Hi everyone. It's been quite some time since my last post, as my anxiety seemed to subside, not comepletely, but it was bareable for a while. The past two weeks have been hell, for the lack of a better word. I've had three panic attacks in which I didn't have the typical pounding heart and shortness of breath. It was like I went numb all over. My head ached, my legs felt like jello, I had brain fog, and I felt like I was going to vomit. My first question is, have any of you had an attack like this one?

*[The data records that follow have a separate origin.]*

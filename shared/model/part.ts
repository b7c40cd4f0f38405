import { z } from 'zod';

import { quantity, toleranced } from './quantity';

const bodyTemperature = (describe: string) => quantity('temperature', { min: 333.15, max: 873.15, describe });
const lawTemperature = (describe: string) => quantity('temperature', { min: 193.15, max: 773.15, describe });
const bodyResistance = (describe: string) => toleranced('resistance', { min: 1e-4, max: 1e6, describe });

/** Resistance at a temperature, for a maker's R–T table. */
const tableSchema = z
  .array(
    z.strictObject({
      temperature: lawTemperature('Body temperature'),
      resistance: quantity('resistance', { min: 1e-5, max: 1e9, describe: 'Zero-power resistance' }),
    }),
  )
  .min(3)
  .max(400);

const fallingTable = tableSchema.superRefine((points, context) => {
  points.forEach((point, index) => {
    const previous = points[index - 1];
    if (!previous) return;
    if (point.temperature <= previous.temperature)
      context.addIssue({ code: 'custom', path: [index, 'temperature'], message: 'temperatures must rise down the table' });
    if (point.resistance >= previous.resistance)
      context.addIssue({ code: 'custom', path: [index, 'resistance'], message: 'the resistance of an NTC must fall down the table' });
  });
});

const resistanceTolerance = quantity('ratio', { min: 0, max: 0.5, describe: 'Tolerance of the resistance' }).default(0);

/** Whether A + B ln R + C (ln R)³ rises with R and passes 1/T of 150 °C and −40 °C between 10 µΩ and 1 GΩ. */
const fallsOverItsRange = ({ a, b, c }: { a: number; b: number; c: number }): boolean => {
  const inverse = (logarithm: number) => a + b * logarithm + c * logarithm ** 3;
  const turn = c < 0 ? Math.sqrt(Math.max(b, 0) / (-3 * c)) : Infinity;
  const [lowest, highest] = [Math.max(-turn, Math.log(1e-5)), Math.min(turn, Math.log(1e9))];
  return b > 0 && inverse(lowest) < 1 / 423.15 && inverse(highest) > 1 / 233.15;
};

export const ntcLawSchema = z.discriminatedUnion('law', [
  z.strictObject({
    law: z.literal('b-value'),
    r25: bodyResistance('R25, zero-power resistance at 25 °C'),
    b: toleranced('temperatureInterval', { min: 500, max: 8000, describe: 'B-value (25/85)' }),
  }),
  z
    .strictObject({
      law: z.literal('steinhart-hart'),
      a: z.number().min(-0.1).max(0.1).describe('A of 1/T = A + B ln R + C (ln R)³, 1/K, R in Ω'),
      b: z.number().min(-0.1).max(0.1).describe('B, 1/K'),
      c: z.number().min(-0.01).max(0.01).describe('C, 1/K'),
      tolerance: resistanceTolerance,
    })
    .superRefine((law, context) => {
      if (!fallsOverItsRange(law))
        context.addIssue({ code: 'custom', path: ['b'], message: 'with these coefficients the resistance does not fall from -40 °C to 150 °C; check their order and units' });
    }),
  z.strictObject({ law: z.literal('table'), points: fallingTable, tolerance: resistanceTolerance }),
]);

export const polymerPtcLawSchema = z
  .strictObject({
    law: z.literal('sigmoid'),
    low: bodyResistance('Resistance far below the knee, with the spread from R_min to R_1max'),
    high: quantity('resistance', { min: 1, max: 1e12, describe: 'Resistance far above the knee' }),
    midpoint: lawTemperature('Temperature at the middle of the rise'),
    width: quantity('temperatureInterval', { min: 0.2, max: 50, describe: 'Width of the rise' }),
  })
  .superRefine((law, context) => {
    if (law.high <= 10 * law.low.max)
      context.addIssue({ code: 'custom', path: ['high'], message: 'must be more than ten times the low resistance' });
  });

export const resistorLawSchema = z.strictObject({
  law: z.literal('fixed'),
  resistance: bodyResistance('Resistance'),
});

/** Dissipation factor with exactly one of thermal time constant and heat capacity (C_th = δ·τ). */
export const thermalSchema = z
  .strictObject({
    dissipation: quantity('dissipation', { min: 1e-5, max: 100, describe: 'Dissipation factor δ' }),
    timeConstant: quantity('time', { min: 0.01, max: 1e4, describe: 'Thermal time constant τ' }).optional(),
    heatCapacity: quantity('heatCapacity', { min: 1e-5, max: 1e4, describe: 'Heat capacity C_th' }).optional(),
  })
  .transform((given, context): Thermal => {
    const { dissipation, timeConstant, heatCapacity } = given;
    if (timeConstant !== undefined && heatCapacity === undefined) return { dissipation, timeConstant };
    if (heatCapacity !== undefined && timeConstant === undefined) return { dissipation, heatCapacity };
    context.addIssue({ code: 'custom', message: 'give either timeConstant or heatCapacity' });
    return z.NEVER;
  });
export type Thermal = { dissipation: number; timeConstant: number } | { dissipation: number; heatCapacity: number };

export const energyBasis = z.enum(['absorbed', 'half-cv2-rms', 'half-cv2-peak', 'unknown']);

export const ratingsSchema = z
  .strictObject({
    maximumTemperature: bodyTemperature('Highest body temperature').optional(),
    steadyCurrent: z
      .strictObject({
        current: quantity('current', { min: 1e-3, max: 1000, qualifier: 'rms', describe: 'Highest steady current, A rms' }),
        ambient: quantity('temperature', { min: 233.15, max: 473.15, describe: 'Highest ambient at which it holds' }),
        derating: z
          .array(
            z.strictObject({
              ambient: quantity('temperature', { min: 213.15, max: 573.15, describe: 'Ambient' }),
              share: quantity('ratio', { min: 0, max: 2, describe: 'Share of the rated current' }),
            }),
          )
          .max(24)
          .superRefine((points, context) => {
            points.forEach((point, index) => {
              const previous = points[index - 1];
              if (previous && point.ambient <= previous.ambient)
                context.addIssue({ code: 'custom', path: [index, 'ambient'], message: 'ambients must rise along the derating curve' });
            });
          })
          .optional(),
      })
      .optional(),
    energy: z
      .strictObject({
        energy: quantity('energy', { min: 1e-3, max: 1e6, describe: 'Highest energy of one pulse' }),
        basis: energyBasis,
        startTemperature: quantity('temperature', { min: 233.15, max: 473.15, describe: 'Body temperature before the pulse' }).default(298.15),
        pulses: quantity('count', { min: 1, max: 1e7, describe: 'Number of pulses that the rating holds for' }).optional(),
      })
      .optional(),
    capacitance: z
      .strictObject({
        capacitance: quantity('capacitance', { min: 1e-8, max: 10, describe: 'Highest capacitance' }),
        voltage: quantity('voltage', { min: 1, max: 1500, describe: 'Voltage at which it is stated' }),
        voltageIs: z.enum(['rms', 'peak']),
      })
      .optional(),
    maximumVoltage: quantity('voltage', { min: 1, max: 2000, describe: 'V_max of a PTC' }).optional(),
    maximumCurrent: quantity('current', { min: 0.01, max: 10e3, describe: 'I_max, highest fault current of a PTC' }).optional(),
  })
  .superRefine(({ maximumTemperature, steadyCurrent, energy }, context) => {
    if (maximumTemperature === undefined) return;
    const message = 'must be below the highest body temperature';
    if (steadyCurrent && steadyCurrent.ambient >= maximumTemperature)
      context.addIssue({ code: 'custom', path: ['steadyCurrent', 'ambient'], message });
    if (energy && energy.startTemperature >= maximumTemperature)
      context.addIssue({ code: 'custom', path: ['energy', 'startTemperature'], message });
  });

const common = {
  name: z.string().trim().min(1).max(80),
  maker: z.string().trim().max(80).default(''),
  libraryId: z.uuid().optional().describe('The library part that this was taken from'),
  thermal: thermalSchema,
  ratings: ratingsSchema.prefault({}),
};

export const partSchema = z.discriminatedUnion('kind', [
  z.strictObject({ kind: z.literal('ntc'), law: ntcLawSchema, ...common }),
  z.strictObject({ kind: z.literal('polymer-ptc'), law: polymerPtcLawSchema, ...common }),
  z.strictObject({ kind: z.literal('resistor'), law: resistorLawSchema, ...common }),
]);
export type Part = z.output<typeof partSchema>;
export type PartInput = z.input<typeof partSchema>;
export type PartKind = Part['kind'];
export type NtcLaw = z.output<typeof ntcLawSchema>;
export type PolymerPtcLaw = z.output<typeof polymerPtcLawSchema>;
export type Ratings = z.output<typeof ratingsSchema>;
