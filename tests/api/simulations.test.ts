import { randomUUID } from 'node:crypto';
import { existsSync, mkdtempSync, readFileSync, rmSync, writeFileSync } from 'node:fs';
import { tmpdir } from 'node:os';
import { join } from 'node:path';
import { setTimeout as wait } from 'node:timers/promises';

import { simulatedSchema } from '../../shared/contracts/simulation';
import { ApiServer } from '../support/api-server';
import { sampleScenario } from '../support/sample-scenario';

const HELD_WORKER = join(__dirname, '..', 'support', 'held-worker.ts');

describe('a run', () => {
  let server: ApiServer;
  let engineer: string;
  beforeAll(async () => {
    server = await ApiServer.start();
    engineer = await server.signIn(server.people['test-engineer']);
  });
  afterAll(() => server.stop());

  test('names the field that keeps it from being computed', async () => {
    const scenario = { ...sampleScenario(), ambient: 'warm' };
    const answer = await server.send('post', '/api/simulations', engineer, { scenario }).expect(400);
    expect(answer.body).toMatchObject({ code: 'invalid-input', issues: [{ path: 'scenario.ambient' }] });
  });

  test('answers with figures, traces, checks and audit as the contract says, and saves nothing', async () => {
    const answer = await server.send('post', '/api/simulations', engineer, { scenario: sampleScenario({ limits: { peakCurrent: 1 } }) }).expect(200);
    const { assessment, milliseconds } = simulatedSchema.parse(answer.body);
    expect(milliseconds).toBeGreaterThan(0);
    expect(assessment.run.figures.peakCurrent).toBeGreaterThan(1);
    expect(assessment.run.traces.waveform.time.length).toBeGreaterThan(10);
    expect(assessment.run.audit.clean).toBe(true);
    expect(assessment.verdict.status).toBe('fail');
    expect(assessment.checks.find(({ id }) => id === 'peak-current')).toMatchObject({ status: 'fail', rating: 1, value: expect.any(Number) });
    expect((await server.send('get', '/api/scenarios', engineer).expect(200)).body.scenarios).toEqual([]);
  });

  test('gives the same answer for the same scenario, whichever thread took it', async () => {
    const runs = await Promise.all([1, 2, 3].map(() => server.send('post', '/api/simulations', engineer, { scenario: sampleScenario() }).expect(200)));
    const answers = runs.map((one) => JSON.stringify(simulatedSchema.parse(one.body).assessment));
    expect(new Set(answers).size).toBe(1);
  });
});

describe('a run that does not end', () => {
  let server: ApiServer;
  let folder: string;
  beforeAll(async () => {
    server = await ApiServer.start({ simulationWorker: HELD_WORKER, simulationTimeLimit: 500 });
    folder = mkdtempSync(join(tmpdir(), 'tidegate-held-'));
  });
  afterAll(async () => {
    await server.stop();
    rmSync(folder, { recursive: true });
  });

  test('is stopped with a word on it, and its thread computes the next one', async () => {
    const designer = await server.signIn(server.people.designer);
    const held = join(folder, 'held');
    const answer = await server.send('post', '/api/simulations', designer, { scenario: sampleScenario({ notes: held }) }).expect(500);
    expect(answer.body).toMatchObject({ code: 'internal', detail: expect.stringContaining('longer than 0.5 s') });
    const free = join(folder, 'free');
    writeFileSync(`${free}.release`, '');
    const next = Array.from({ length: 4 }, () => server.send('post', '/api/simulations', designer, { scenario: sampleScenario({ notes: free }) }));
    expect((await Promise.all(next)).map(({ status }) => status)).toEqual([200, 200, 200, 200]);
  });
});

describe('while the engine is at work', () => {
  let server: ApiServer;
  let token: string;
  let folder: string;
  beforeAll(async () => {
    server = await ApiServer.start({ simulationWorker: HELD_WORKER });
    const made = await server.send('post', '/api/tokens', await server.signIn(server.people.designer), { name: 'runs' }).expect(201);
    token = String(made.body.secret);
    folder = mkdtempSync(join(tmpdir(), 'tidegate-held-'));
  });
  afterAll(async () => {
    await server.stop();
    rmSync(folder, { recursive: true });
  });

  const newNotes = () => join(folder, randomUUID());
  const begun = (notes: string): string[] => (existsSync(notes) ? readFileSync(notes, 'utf8').trim().split('\n') : []);
  const release = (notes: string) => writeFileSync(`${notes}.release`, '');
  const until = async (condition: () => boolean) => {
    while (!condition()) await wait(10);
  };
  const start = (name: string, notes: string, signal?: AbortSignal): Promise<number> =>
    fetch(`${server.url}/api/simulations`, {
      method: 'POST',
      headers: { 'content-type': 'application/json', authorization: `Bearer ${token}` },
      body: JSON.stringify({ scenario: sampleScenario({ name, notes }) }),
      ...(signal ? { signal } : {}),
    }).then((answer) => answer.status);
  const holdBothThreads = async (notes: string, signal?: AbortSignal) => {
    const runs = [start('first', notes, signal), start('second', notes, signal)];
    await until(() => begun(notes).length === 2);
    return runs;
  };

  test('other requests are answered', async () => {
    const notes = newNotes();
    let settled = 0;
    const runs = (await holdBothThreads(notes)).map((run) => run.finally(() => (settled += 1)));
    await server.send('get', '/api/health', null).expect(200);
    await server.withToken('get', '/api/scenarios', token).expect(200);
    expect(settled).toBe(0);
    release(notes);
    expect(await Promise.all(runs)).toEqual([200, 200]);
  });

  test('only so many runs wait; one more is told to come back', async () => {
    const notes = newNotes();
    const held = await holdBothThreads(notes);
    const refused: number[] = [];
    const note = (status: number) => {
      if (status !== 200) refused.push(status);
      return status;
    };
    const answers = Array.from({ length: 20 }, (_, index) => start(`waiting ${index}`, notes).then(note));
    await until(() => refused.length === 4);
    expect(refused).toEqual([503, 503, 503, 503]);
    expect(server.composed.simulations.waiting).toBe(16);
    const problem = await server.withToken('post', '/api/simulations', token, { scenario: sampleScenario({ notes }) }).expect(503);
    expect(problem.body).toMatchObject({ code: 'busy' });
    expect(problem.headers['retry-after']).toBe('2');
    release(notes);
    expect(await Promise.all(held)).toEqual([200, 200]);
    expect((await Promise.all(answers)).filter((status) => status === 200)).toHaveLength(16);
  });

  test('a run whose client hangs up while it waits never begins', async () => {
    const notes = newNotes();
    const held = await holdBothThreads(notes);
    const hangUp = new AbortController();
    const waiting = start('abandoned', notes, hangUp.signal).catch(() => 'hung up');
    await until(() => server.composed.simulations.waiting === 1);
    const later = start('later', notes);
    await until(() => server.composed.simulations.waiting === 2);
    hangUp.abort();
    expect(await waiting).toBe('hung up');
    await until(() => server.composed.simulations.waiting === 1);
    release(notes);
    await Promise.all([...held, later]);
    expect(begun(notes)).not.toContain('abandoned');
    expect(begun(notes)).toContain('later');
  });

  test('a run whose client hangs up while it computes gives its thread back', async () => {
    const notes = newNotes();
    const hangUp = new AbortController();
    const held = (await holdBothThreads(notes, hangUp.signal)).map((run) => run.catch(() => 'hung up'));
    const others = newNotes();
    release(others);
    const waiting = start('patient', others);
    hangUp.abort();
    expect(await Promise.all(held)).toEqual(['hung up', 'hung up']);
    expect(await waiting).toBe(200);
    expect(existsSync(`${notes}.release`)).toBe(false);
  });
});
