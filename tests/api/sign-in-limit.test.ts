import { request as httpRequest } from 'node:http';

import { ApiServer, PASSWORD, type TestPerson } from '../support/api-server';

let server: ApiServer;
beforeAll(async () => {
  server = await ApiServer.start();
});
afterAll(() => server.stop());

interface Attempt {
  status: number;
  code: string | undefined;
  retryAfter: number | null;
}

/** A sign-in that comes from an address of the test's choice; all of 127.0.0.0/8 is this machine. */
const attempt = (email: string, password: string, from: string): Promise<Attempt> =>
  new Promise((resolve, reject) => {
    const sent = httpRequest(`${server.url}/api/session`, { method: 'POST', localAddress: from, headers: { 'content-type': 'application/json' } }, (answer) => {
      let text = '';
      answer.on('data', (piece: Buffer) => (text += piece.toString()));
      answer.on('end', () => {
        const retry = answer.headers['retry-after'];
        resolve({ status: answer.statusCode ?? 0, code: (JSON.parse(text) as { code?: string }).code, retryAfter: retry === undefined ? null : Number(retry) });
      });
    });
    sent.on('error', reject);
    sent.end(JSON.stringify({ email, password }));
  });

const failTenTimes = async (email: string, from: string): Promise<void> => {
  for (let count = 0; count < 10; count += 1) expect(await attempt(email, 'a guess', from)).toMatchObject({ status: 401 });
};

const letPausesPass = () => server.database.query(`UPDATE sign_in_attempt SET expire = 0 WHERE key LIKE 'pause%'`);

test('after ten failures an account rests for that address, also for the right password; the owner elsewhere still gets in', async () => {
  const owner: TestPerson = server.people.designer;
  await failTenTimes(owner.email, '127.0.0.11');
  const refused = await attempt(owner.email, PASSWORD, '127.0.0.11');
  expect(refused).toMatchObject({ status: 429, code: 'too-many-attempts' });
  expect(refused.retryAfter).toBeGreaterThan(0);
  expect(refused.retryAfter).toBeLessThanOrEqual(30);
  expect(await attempt(owner.email, PASSWORD, '127.0.0.12')).toMatchObject({ status: 201 });
});

test('the wait doubles with every further failure', async () => {
  const { email } = server.people.librarian;
  await failTenTimes(email, '127.0.0.13');
  await letPausesPass();
  expect(await attempt(email, 'a guess', '127.0.0.13')).toMatchObject({ status: 401 });
  const refused = await attempt(email, 'a guess', '127.0.0.13');
  expect(refused.status).toBe(429);
  expect(refused.retryAfter).toBeGreaterThan(30);
  expect(refused.retryAfter).toBeLessThanOrEqual(60);
});

test('signing in wipes the slate', async () => {
  const { email } = server.people.reviewer;
  await failTenTimes(email, '127.0.0.14');
  await letPausesPass();
  expect(await attempt(email, PASSWORD, '127.0.0.14')).toMatchObject({ status: 201 });
  expect(await attempt(email, 'a guess', '127.0.0.14')).toMatchObject({ status: 401 });
  expect(await attempt(email, PASSWORD, '127.0.0.14')).toMatchObject({ status: 201 });
});

test('an unknown account is limited like a known one, so that the limit tells nothing', async () => {
  await failTenTimes('nobody@test.example', '127.0.0.15');
  expect(await attempt('nobody@test.example', 'a guess', '127.0.0.15')).toMatchObject({ status: 429, code: 'too-many-attempts' });
});

test('attempts sent all at once count one by one', async () => {
  const { email } = server.people.admin;
  const answers = await Promise.all(Array.from({ length: 25 }, () => attempt(email, 'a guess', '127.0.0.16')));
  expect(answers.filter(({ status }) => status === 401)).toHaveLength(10);
  expect(answers.filter(({ status }) => status === 429)).toHaveLength(15);
});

During these past two weeks, I've had a constant headache. Some of the aches were sharp, and my scalp felt tender, and some of them were also tension headaches (those I know all too well). I've also felt dizzy, like I could pass out at any second. I didn't, of course. I then googled my symptoms, which I know is a big "no no," but I did it. I convinced myself I either had a brain aneurysm, MS, or a brain tumor.
A little back story on me is that I've had countless ECGs, an echocardiogram, a stress test, blood work, and a 24 hour holter monitor text. I used to think I had heart issues, but all of that came back normal. I also had an extensive eye exam with a field test because of my headaches and the result was "no sign of neurological defect." So, thank God, everything was normal. Still, I find myself obsessing over my health, and convincing myself that something is seriously wrong with my brain. I have muscle spasms and twitching, and almost constant brain fog.
Three years ago, my husband passed away. I had to give him CPR and all of that until the ambulance arrived. My symptoms started out of no where right at a year after that happened, and I can't seem to shake them. I find myself thinking constantly, about everything, and I'm so fearful that if something is wrong, I won't get to watch our son grow up. Does anyone else feel this way? Is this anxiety? Or is it something more?